RAJA Ahab amat sedih dan tidak mau makan, karena Nabot menolak permintaannya untuk tukar guling kebun anggurnya (1 Raj 21: 4).
Kebun itu terletak dekat tanah milik sang raja. Dia ingin memperluas kebunnya dengan cara mengambil tanah milik Nabot. Menukarnya dengan tanah di tempat lain.
Nabot menolak, karena tanah itu warisan. Dia sadar bahwa tanah warisan tidak boleh dijual atau dipindah tangankan (1 Raj 21: 3).
Begitu mendengar alasan suaminya bersedih dan tidak mau makan, Isebel, isterinya, menulis surat dengan tanda tangan palsu suaminya. Isinya memerintahkan supaya para tua-tua membuat tuduhan palsu atas Nabot, sehingga dia bisa dilempari batu hingga mat (1 Raj 21: 11-14). Itulah yang terjadi.
Setelah Nabot mati, Isebel mengambil kebun anggur Nabot dan memberikannya kepada suaminya (1 Raj 21: 15). Ahab pun tenang hatinya.
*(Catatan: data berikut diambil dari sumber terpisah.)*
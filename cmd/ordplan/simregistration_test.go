package main

import (
	"encoding/json"
	"os"
	"path/filepath"
	"strings"
	"testing"
)

// rehearse and power record the plan's registration in run.json as run
// does (the same comparison with the lock, registration, and the same
// record, runner.RegistrationRecord): the state, and the canonical SHA-256
// and time of the lock, which are the lock file's own; a plan changed
// after freezing without a stated reason is refused as run refuses it, and
// simulated with --allow-unregistered-changes, which run.json, the
// rehearsal's first lines and the power study's opening say.
func TestSimulationRecordsRegistration(t *testing.T) {
	dir := t.TempDir()
	src, err := os.ReadFile(filepath.Join("..", "..", "plans", "kneepain.yaml"))
	if err != nil {
		t.Fatal(err)
	}
	planPath := filepath.Join(dir, "knee.yaml")
	if err := os.WriteFile(planPath, src, 0o644); err != nil {
		t.Fatal(err)
	}
	if _, errs, code := runCLI("freeze", planPath); code != 0 {
		t.Fatalf("freeze: %s", errs)
	}
	var lk struct {
		SHA256   string `json:"canonical_sha256"`
		FrozenAt string `json:"frozen_at"`
	}
	b, err := os.ReadFile(filepath.Join(dir, "knee.lock.json"))
	if err != nil || json.Unmarshal(b, &lk) != nil || lk.SHA256 == "" {
		t.Fatalf("lock: %v %s", err, b)
	}
	type reg struct {
		State    string `json:"state"`
		SHA256   string `json:"canonical_sha256"`
		FrozenAt string `json:"frozen_at"`
		Allowed  bool   `json:"allowed_unexplained"`
	}
	registration := func(folder string) reg {
		t.Helper()
		var rec struct {
			Registration *reg `json:"registration"`
		}
		b, err := os.ReadFile(filepath.Join(folder, "run.json"))
		if err != nil || json.Unmarshal(b, &rec) != nil || rec.Registration == nil {
			t.Fatalf("%s/run.json: %v, no registration in %s", folder, err, b)
		}
		return *rec.Registration
	}
	rehearse := func(name string, extra ...string) (string, string, int) {
		return runCLI(append([]string{"rehearse", planPath, "--n", "120", "--quiet", "--out", filepath.Join(dir, name)}, extra...)...)
	}
	power := func(name string, extra ...string) (string, string, int) {
		return runCLI(append([]string{"power", planPath, "--n", "60", "--replicates", "2", "--quiet", "--out", filepath.Join(dir, name)}, extra...)...)
	}
	want := reg{State: "matches", SHA256: lk.SHA256, FrozenAt: lk.FrozenAt}
	for name, cmd := range map[string]func(string, ...string) (string, string, int){"r1": rehearse, "p1": power} {
		out, errs, code := cmd(name)
		if code != 0 || !strings.HasPrefix(out, "registered plan: matches knee.lock.json (frozen "+lk.FrozenAt+")") {
			t.Fatalf("%s: exit %d\n%s%s", name, code, out, errs)
		}
		if got := registration(filepath.Join(dir, name)); got != want {
			t.Errorf("%s: registration %+v, want %+v", name, got, want)
		}
	}
	if b, _ := os.ReadFile(filepath.Join(dir, "p1", "power.md")); !strings.Contains(string(b), "**Registered plan: matches** (`knee.lock.json`, frozen at "+lk.FrozenAt) || !strings.Contains(string(b), "canonical sha256 `"+lk.SHA256+"`") {
		t.Errorf("power.md does not name the registration:\n%.1500s", b)
	}

	// A change without a reason.
	if err := os.WriteFile(planPath, []byte(strings.Replace(string(src), "alpha: 0.01}", "alpha: 0.05}", 1)), 0o644); err != nil {
		t.Fatal(err)
	}
	want = reg{State: "unexplained", SHA256: lk.SHA256, FrozenAt: lk.FrozenAt, Allowed: true}
	for name, cmd := range map[string]func(string, ...string) (string, string, int){"r2": rehearse, "p2": power} {
		if _, errs, code := cmd(name); code != 1 || !strings.Contains(errs, "rules[2].reject_if_test_rejects.alpha: 0.01 -> 0.05") {
			t.Errorf("%s without the flag: exit %d: %s", name, code, errs)
		}
		out, errs, code := cmd(name, "--allow-unregistered-changes")
		if code != 0 || !strings.HasPrefix(out, "registered plan: UNREGISTERED CHANGES: the 1 change from") {
			t.Fatalf("%s: exit %d\n%s%s", name, code, out, errs)
		}
		if got := registration(filepath.Join(dir, name)); got != want {
			t.Errorf("%s: registration %+v, want %+v", name, got, want)
		}
	}
	if b, _ := os.ReadFile(filepath.Join(dir, "r2", "report.md")); !strings.Contains(string(b), "**UNREGISTERED CHANGES: the 1 change from the registered plan has no reason") {
		t.Errorf("the rehearsal's report does not say so")
	} else if !strings.Contains(string(b), "the rehearsal was forced with `--allow-unregistered-changes`.** This rehearsal, on simulated data,") ||
		!strings.Contains(string(b), "The plan rehearsed here departs from it") || strings.Contains(string(b), "before the data were seen") {
		// A rehearsal sees no data: the run's words (results "not fixed
		// before the data were seen", "this run") were untrue of it.
		t.Errorf("the rehearsal's report speaks of a run on data:\n%.2500s", b)
	} else if u, n := strings.Index(string(b), "UNREGISTERED CHANGES"), strings.Index(string(b), "Numeric columns with a range in the dictionary"); n < 0 || u > n {
		// As in the power report, the registration comes before the
		// paragraphs on how the columns were drawn.
		t.Errorf("the rehearsal's report says UNREGISTERED CHANGES at byte %d, after how the columns were drawn (byte %d)", u, n)
	}
	if b, _ := os.ReadFile(filepath.Join(dir, "p2", "power.md")); !strings.Contains(string(b), "**UNREGISTERED CHANGES: the 1 change from the registered plan has no reason") || !strings.Contains(string(b), "| `rules[2].reject_if_test_rejects.alpha` | `0.01` | `0.05` | **no stated reason** |") {
		t.Errorf("the power study does not say so:\n%.2500s", b)
	}
}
Demikianlah sikap penguasa yang sewenang-wenang. Melakukan apa saja, termasuk merebut tanah milik rakyat dengan cara keji.
Kisah itu bukan cerita dahulu kala. Kita pernah mempunyai penguasa yang berlaku demikian. Raksasa politik dan ekonomi yang sesukanya mencaplok tanah dan milik orang kecil; bahkan aset negara.
Rakyat tidak berani melawan. Kini, pemimpin justru membagikan sertifikat tanah kepada rakyat, sehingga mereka bisa menggarap tanahnya sendiri dan menikmati hasilnya.
Penguasa yang lurus, jujur, dan berani membuat rakyat menikmati surat sang penguasa.